[DATASET RECORDS Boundary: Start]

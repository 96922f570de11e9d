import { DEMO, expect, expectCleanPage, signIn, test } from "./fixtures";

const CANVAS = "/sites/larch-lane/canvas";
const TEXT = "Back door left open after closing ({time}).";
const SENTENCE = `When Back door contact is left open for 10 min, only when the site mode is closed, notify Demo facilities manager and Demo integrator by push and in-app: “${TEXT}”`;

test("the manager wires 'back door left open after closing' to a notice, activates it, tries it on the bench; a second browser gets the conflict prompt", async ({ page, watch, browser }) => {
  test.setTimeout(120_000);
  await page.setViewportSize({ width: 1280, height: 800 });
  await signIn(page, DEMO.manager, undefined, CANVAS);
  await expect(page.getByRole("heading", { level: 1, name: "Canvas" })).toBeVisible();
  await expect(page.getByRole("link", { name: "Canvas" })).toBeVisible();
  await expect(page.getByText("Active: version 1")).toBeVisible();
  const status = page.getByRole("status").filter({ hasText: /changes|Saving|Not saved/ });
  await expect(status).toContainText("All changes saved");
  const panel = page.getByRole("tabpanel");

  // The notice first: to two chosen people.
  await page.getByRole("button", { name: /^Add action: Notice/ }).click();
  await expect(panel.getByRole("heading", { name: "Notice" })).toBeVisible();
  await panel.getByRole("radio", { name: "Chosen people" }).check();
  await panel.getByRole("checkbox", { name: /Demo integrator/ }).check();
  await expect(panel.getByRole("checkbox", { name: /Demo facilities manager/ })).toBeChecked();
  await panel.getByLabel("Notice text").fill(TEXT);
  await expect(status).toContainText("All changes saved");
  await expect(panel.getByText("This action is not connected to anything.")).toBeVisible();

  // The gate, connected to the notice: the path still has no trigger, and the engine says so.
  await page.getByRole("button", { name: /^Add gate: Site mode is/ }).click();
  await expect(panel.getByRole("heading", { name: "Site mode is" })).toBeVisible();
  await expect(panel.getByLabel(/Site modes/)).toHaveValue("closed");
  await panel.getByLabel("Connect to").selectOption("a-notice-1");
  await panel.getByRole("button", { name: "Connect", exact: true }).click();
  await expect(panel.getByText("No trigger leads to this gate, so it is never checked.")).toBeVisible();
  await page.getByRole("tab", { name: /Problems/ }).click();
  await expect(panel.getByRole("button", { name: /No trigger reaches this action, so it never runs/ })).toBeVisible();
  await expect(page.locator('.react-flow__node[data-id="a-notice-1"]')).toContainText("1 error");

  // Activate is refused while the draft has an error.
  await page.getByRole("button", { name: "Activate…" }).click();
  const activate = page.getByRole("dialog", { name: "Activate the draft" });
  await expect(activate.getByText("No trigger reaches this action, so it never runs.")).toBeVisible();
  await expect(activate.getByRole("button", { name: "Activate these changes" })).toBeDisabled();
  await activate.getByRole("button", { name: "Cancel" }).click();

  // The trigger, dragged from the list onto the Canvas; a wrong value gets the schema's message.
  await page.getByRole("button", { name: /^Add trigger: Left open/ }).dragTo(page.getByRole("region", { name: "Canvas" }), { targetPosition: { x: 120, y: 90 } });
  await page.getByRole("tab", { name: "Node" }).click();
  await expect(panel.getByRole("heading", { name: "Left open" })).toBeVisible();
  await expect(panel.getByLabel("Device")).toHaveValue("larch-lane-dev-contact-back");
  await panel.getByLabel("Time (min)").fill("0");
  await expect(panel.getByRole("alert")).toHaveText("Enter minutes as a whole number from 1 to 1440.");
  await panel.getByLabel("Time (min)").fill("10");
  await expect(panel.getByRole("alert")).toHaveCount(0);
  await panel.getByLabel("Connect to").selectOption("g-site-mode-is-1");
  await panel.getByRole("button", { name: "Connect", exact: true }).click();
  await expect(status).toContainText("All changes saved");
  await page.getByRole("tab", { name: /Problems/ }).click();
  await expect(panel.getByText("No problems found.")).toBeVisible();
  await page.getByRole("tab", { name: /Paths/ }).click();
  await expect(panel.getByRole("button", { name: SENTENCE })).toBeVisible();
  await panel.getByRole("button", { name: SENTENCE }).click();
  await page.waitForTimeout(400);
  await page.screenshot({ path: "tmp/shots/canvas-1280.png" });

  // Activate after reading the change summary.
  await page.getByRole("button", { name: "Activate…" }).click();
  await expect(activate.getByText("Rules added (1)")).toBeVisible();
  await expect(activate.getByText(SENTENCE)).toBeVisible();
  await page.screenshot({ path: "tmp/shots/canvas-activate-1280.png" });
  await activate.getByRole("button", { name: "Activate these changes" }).click();
  await expect(page.getByText("Version 2 is now active.")).toBeVisible();
  await expect(page.getByText("Active: version 2")).toBeVisible();
  await page.getByRole("tab", { name: "Versions" }).click();
  await expect(panel.getByRole("listitem").filter({ hasText: "Version 2" }).first()).toContainText(/active[\s\S]*by Demo facilities manager/);

  // Try it on the bench with the draft: after closing, the back door stays open for 10 minutes.
  await page.getByRole("button", { name: "Try on bench" }).click();
  await page.waitForURL(/\/sites\/larch-lane\/bench\?source=draft$/);
  await expect(page.getByRole("heading", { level: 1, name: "Test bench" })).toBeVisible();
  await expect(page.getByRole("radio", { name: /Draft/ })).toBeChecked();
  await page.getByLabel("Date", { exact: true }).fill("2025-01-15");
  await page.getByLabel("Time", { exact: true }).fill("18:30");
  await page.getByRole("button", { name: "Set date" }).click();
  await expect(page.getByTestId("bench-mode")).toHaveText("closed");
  await page.getByRole("listitem", { name: "Back door contact" }).getByRole("button", { name: "Open", exact: true }).click();
  await expect(page.getByRole("listitem", { name: "Back door contact" })).toContainText("now open");
  // Twice: the 10-minute timer falls due a moment after 18:40, whatever second the door opened.
  await page.getByRole("button", { name: "+10 min" }).click();
  await expect(page.getByTestId("bench-time")).toHaveText(/18:40/);
  await page.getByRole("button", { name: "+10 min" }).click();
  await expect(page.getByTestId("bench-time")).toHaveText(/18:50/);
  const ours = page.getByRole("region", { name: "Notices" }).getByRole("listitem").filter({ hasText: /Back door left open after closing \(18:4\d\)\./ });
  await expect(ours.first()).toContainText("would send");
  await ours.first().scrollIntoViewIfNeeded();
  await page.screenshot({ path: "tmp/shots/canvas-bench-1280.png" });

  // Two people on the same draft: the second save gets the conflict prompt, and nothing is lost.
  await page.goto(CANVAS);
  await expect(status).toContainText("All changes saved");
  const other = await browser.newContext({ viewport: { width: 1280, height: 800 }, baseURL: `http://localhost:${process.env.E2E_PORT ?? 3100}` });
  const page2 = await other.newPage();
  await signIn(page2, DEMO.integrator, undefined, CANVAS);
  await expect(page2.getByRole("heading", { level: 1, name: "Canvas" })).toBeVisible();
  await expect(page2.getByText("All changes saved")).toBeVisible();

  await page.getByRole("button", { name: /^Add action: Relay on \(/ }).click();
  await expect(status).toContainText("All changes saved");
  await page2.getByRole("button", { name: /^Add action: Clear emergency/ }).click();
  const conflict = page2.getByRole("dialog", { name: "Someone else changed this draft" });
  await expect(conflict).toBeVisible();
  await page2.screenshot({ path: "tmp/shots/canvas-conflict-1280.png" });
  await conflict.getByRole("button", { name: "Keep mine as a copy" }).click();
  await expect(conflict).toBeHidden();
  await expect(page2.getByText("All changes saved")).toBeVisible();
  const draft = (await (await page2.request.get("/api/sites/larch-lane/rules")).json()) as { draft: { graph: { nodes: { id: string }[] } } };
  const ids = draft.draft.graph.nodes.map((n) => n.id);
  expect(ids).toEqual(expect.arrayContaining(["a-relay-on-1", "a-clear-emergency-1", "t-contact-left-open-1"]));
  await other.close();

  // The first browser now holds a stale revision too: its next change meets the prompt, and "Reload" shows both.
  await page.keyboard.press("Escape");
  await page.getByRole("button", { name: /^Add gate: No emergency/ }).click();
  await expect(page.getByRole("dialog", { name: "Someone else changed this draft" })).toBeVisible();
  await page.getByRole("button", { name: "Reload their draft" }).click();
  await expect(status).toContainText("All changes saved");
  await expect(page.locator('.react-flow__node[data-id="a-clear-emergency-1"]')).toHaveCount(1);
  await expectCleanPage(page, watch, [/409/]);
});

test("keyboard editing: undo, redo, copy/paste, delete and the keys panel", async ({ page, watch }) => {
  await page.setViewportSize({ width: 1280, height: 800 });
  await signIn(page, DEMO.integrator, undefined, CANVAS);
  await expect(page.getByRole("status").filter({ hasText: "All changes saved" })).toBeVisible();
  const nodes = page.locator(".react-flow__node");
  const before = await nodes.count();
  await page.getByRole("button", { name: /^Add trigger: Motion/ }).click();
  await expect(nodes).toHaveCount(before + 1);
  await page.locator("body").press("Control+c");
  await page.locator("body").press("Control+v");
  await expect(nodes).toHaveCount(before + 2);
  await page.locator("body").press("Delete");
  await expect(nodes).toHaveCount(before + 1);
  await page.locator("body").press("Control+z");
  await expect(nodes).toHaveCount(before + 2);
  await page.locator("body").press("Control+Shift+z");
  await expect(nodes).toHaveCount(before + 1);
  await page.getByRole("button", { name: "Undo" }).click();
  await page.getByRole("button", { name: "Undo" }).click();
  await page.getByRole("button", { name: "Undo" }).click();
  await expect(nodes).toHaveCount(before);
  await page.locator("body").press("?");
  const help = page.getByRole("dialog", { name: "Canvas keys" });
  await expect(help.getByRole("cell", { name: "Tidy up: auto-layout" })).toBeVisible();
  await help.getByRole("button", { name: "Close" }).click();
  await page.locator("body").press("l");
  await expect(page.getByRole("status").filter({ hasText: "All changes saved" })).toBeVisible();
  await page.screenshot({ path: "tmp/shots/canvas-layout-1280.png" });
  await expectCleanPage(page, watch);
});

test("on a phone the Canvas is read-only and the sentence list works", async ({ page, watch }) => {
  await page.setViewportSize({ width: 390, height: 844 });
  await signIn(page, DEMO.manager, undefined, CANVAS);
  await expect(page.getByText("The Canvas is read-only on a narrow screen.")).toBeVisible();
  const panel = page.getByRole("tabpanel");
  const first = panel.getByRole("button", { name: /^When / }).first();
  await expect(first).toBeVisible();
  await page.screenshot({ path: "tmp/shots/canvas-phone.png" });
  await first.click();
  await expect(page.locator(".react-flow__node.selected").first()).toBeVisible();
  await expect(page.getByRole("button", { name: /^Add trigger/ })).toHaveCount(0);
  await page.screenshot({ path: "tmp/shots/canvas-phone-full.png", fullPage: true });
  await expectCleanPage(page, watch);
});

test("occupants never see the Canvas", async ({ page }) => {
  await signIn(page, DEMO.occupant);
  await page.goto(CANVAS);
  await expect(page).toHaveURL(/\/sites\/larch-lane\?denied=1$/);
  await expect(page.getByRole("link", { name: "Canvas" })).toHaveCount(0);
  const res = await page.request.get("/api/sites/larch-lane/rules");
  expect(res.status()).toBe(403);
});
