import type { Page } from "@playwright/test";
import { DEMO, expect, expectCleanPage, signIn, test } from "./fixtures";

/** The e2e server's local push service (scripts/e2e-server.ts). */
const PUSH_SERVICE = "http://127.0.0.1:2630";
const SITE = "larch-lane";

test.use({ permissions: ["notifications"] });

/** What this browser's service worker is showing right now. */
function shownNotices(page: Page) {
  return page.evaluate(async () => {
    const registration = await navigator.serviceWorker.ready;
    const list = await registration.getNotifications();
    return list.map((n) => ({ title: n.title, body: n.body, url: (n.data as { url?: string } | null)?.url ?? null }));
  });
}

type Pushed = { isDelivered: boolean; vapid: { aud: string }; payload: { body?: string } };
/** What the e2e push service received with this body. */
async function pushed(body: string): Promise<Pushed[]> {
  const { messages } = (await (await fetch(`${PUSH_SERVICE}/messages`)).json()) as { messages: Pushed[] };
  return messages.filter((m) => m.payload.body === body);
}

/** "HH:MM" on the demo site's wall clock (WET) at `ms`. */
const siteClock = (ms: number) => new Intl.DateTimeFormat("en-GB", { timeZone: "WET", hour: "2-digit", minute: "2-digit", hourCycle: "h23" }).format(ms);

test("the occupant turns on notices; a visitor on the path after closing shows on their browser and in the inbox; quiet hours hold back the push only", async ({ page, watch, browser, baseURL }) => {
  await page.setViewportSize({ width: 1280, height: 800 });
  await signIn(page, DEMO.occupant, undefined, "/account");
  await expect(page).toHaveURL(/\/account$/);

  // The occupant turns notices on in this browser (demo push: the local push service hands out the subscription).
  const notices = page.getByRole("region", { name: "Notices" });
  await expect(notices.getByText("This browser does not get push notices.")).toBeVisible();
  await notices.getByRole("button", { name: "Turn on push notices here" }).click();
  await expect(notices.getByRole("status").filter({ hasText: "Push notices are on for this browser." })).toBeVisible();
  await expect(notices.getByText(/through the local demo push service/)).toBeVisible();
  await expect(notices.getByRole("listitem").filter({ hasText: "local demo push service" })).toHaveCount(1);
  await page.screenshot({ path: "tmp/shots/notices-account-1280.png", fullPage: true });

  // The manager, in another browser, walks a visitor up the path after closing on the Test bench, delivering for real.
  const managerContext = await browser.newContext({ baseURL });
  const manager = await managerContext.newPage();
  await manager.setViewportSize({ width: 1280, height: 800 });
  await signIn(manager, DEMO.manager, undefined, `/sites/${SITE}/bench`);
  await manager.getByLabel("Date", { exact: true }).fill("2025-01-15");
  await manager.getByLabel("Time", { exact: true }).fill("18:30");
  await manager.getByRole("button", { name: "Set date" }).click();
  await expect(manager.getByTestId("bench-mode")).toHaveText("closed");
  await manager.getByLabel("Deliver notices for real (marked as a test)").check();
  const sensor = manager.getByRole("listitem", { name: "Front path motion sensor" });
  await sensor.getByRole("button", { name: "Walk past" }).click();
  await expect(manager.getByRole("region", { name: "Notices" }).getByRole("listitem").first()).toContainText("Someone is on the front path (18:30).");

  // The occupant's browser shows it through its service worker, opening the site overview (the bench is not theirs to open).
  const text = "[Test bench] Someone is on the front path (18:30).";
  // The local push service got it once (VAPID audience = its own origin, RFC 8292 §2) and handed it to this browser …
  await expect.poll(async () => (await pushed(text)).map((m) => [m.vapid.aud, m.isDelivered]), { timeout: 20_000 }).toEqual([[PUSH_SERVICE, true]]);
  // … whose service worker shows it.
  await expect.poll(() => shownNotices(page), { timeout: 20_000 }).toContainEqual({ title: "Visitor · Larch Lane Studio", body: text, url: `/sites/${SITE}` });

  // … and the inbox, with the unread count in the header.
  const badge = page.getByRole("link", { name: /^Inbox, \d+ unread$/ });
  await expect(badge).toBeVisible({ timeout: 20_000 });
  await badge.click();
  await expect(page.getByRole("heading", { level: 1, name: "Inbox" })).toBeVisible();
  const list = page.getByRole("list", { name: "Notices" });
  const item = list.getByRole("listitem").filter({ hasText: text });
  await expect(item).toHaveCount(1);
  await expect(item).toContainText("Visitor");
  await expect(item.getByRole("link", { name: "Open" })).toHaveAttribute("href", `/sites/${SITE}`);
  await page.screenshot({ path: "tmp/shots/notices-inbox-1280.png" });
  await page.setViewportSize({ width: 390, height: 844 });
  await page.screenshot({ path: "tmp/shots/notices-inbox-390.png", fullPage: true });

  // Quiet hours from an hour ago to an hour from now (site time): the next notice reaches the inbox but not the screen.
  await page.setViewportSize({ width: 1280, height: 800 });
  await page.goto("/account#notices");
  const form = page.getByRole("form", { name: "Notices from Larch Lane Studio" });
  await form.getByLabel("From").fill(siteClock(Date.now() - 3600_000));
  await form.getByLabel("Until").fill(siteClock(Date.now() + 3600_000));
  await form.getByRole("button", { name: "Save for Larch Lane Studio" }).click();
  await expect(form.getByRole("status")).toHaveText("Saved.");
  await page.setViewportSize({ width: 390, height: 844 });
  await page.screenshot({ path: "tmp/shots/notices-account-390.png", fullPage: true });
  await page.setViewportSize({ width: 1280, height: 800 });

  await manager.getByRole("button", { name: "+10 min" }).click();
  await expect(manager.getByTestId("bench-time")).toHaveText(/18:40/);
  await sensor.getByRole("button", { name: "Walk past" }).click();
  await page.goto("/inbox");
  const quiet = "[Test bench] Someone is on the front path (18:40).";
  await expect(page.getByRole("list", { name: "Notices" }).getByRole("listitem").filter({ hasText: quiet })).toHaveCount(1, { timeout: 20_000 });
  // Long enough for the worker (every 0.5 s) and the relay (every 2 s) to have passed on a push, had there been one.
  await page.waitForTimeout(4_000);
  expect((await shownNotices(page)).map((n) => n.body)).toContain(text);
  expect((await shownNotices(page)).map((n) => n.body)).not.toContain(quiet);
  expect(await pushed(quiet)).toEqual([]);

  // Marking read empties the badge.
  await page.getByRole("button", { name: "Mark all read" }).click();
  await expect(page.getByRole("link", { name: "Inbox", exact: true })).toBeVisible();
  await expect(page.getByRole("list", { name: "Notices" }).getByText("Unread:")).toHaveCount(0);

  // The developer page lists what the push service received.
  await page.goto("/dev/push");
  await expect(page.getByRole("table")).toContainText(text);
  await page.screenshot({ path: "tmp/shots/notices-dev-push-1280.png" });

  await managerContext.close();
  await expectCleanPage(page, watch);
});

test("turning notices off removes this browser's subscription", async ({ page, watch }) => {
  await signIn(page, DEMO.integrator, undefined, "/account");
  const notices = page.getByRole("region", { name: "Notices" });
  await notices.getByRole("button", { name: "Turn on push notices here" }).click();
  await expect(notices.getByRole("listitem").filter({ hasText: "local demo push service" })).toHaveCount(1);
  await notices.getByRole("button", { name: "Turn off push notices here" }).click();
  await expect(notices.getByText("This browser does not get push notices.")).toBeVisible();
  await expect(notices.getByRole("listitem").filter({ hasText: "local demo push service" })).toHaveCount(0);
  await expectCleanPage(page, watch);
});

[DATASET RECORDS Boundary: End]

* **EXERCISE DIRECTIONS**
In the records above, find each line holding "json" and copy it.

* **RESPONSE AREA**
  const draft = (await (await page2.request.get("/api/sites/larch-lane/rules")).json()) as { draft: { graph: { nodes: { id: string }[] } } };
  const { messages } = (await (await fetch(`${PUSH_SERVICE}/messages`)).json()) as { messages: Pushed[] };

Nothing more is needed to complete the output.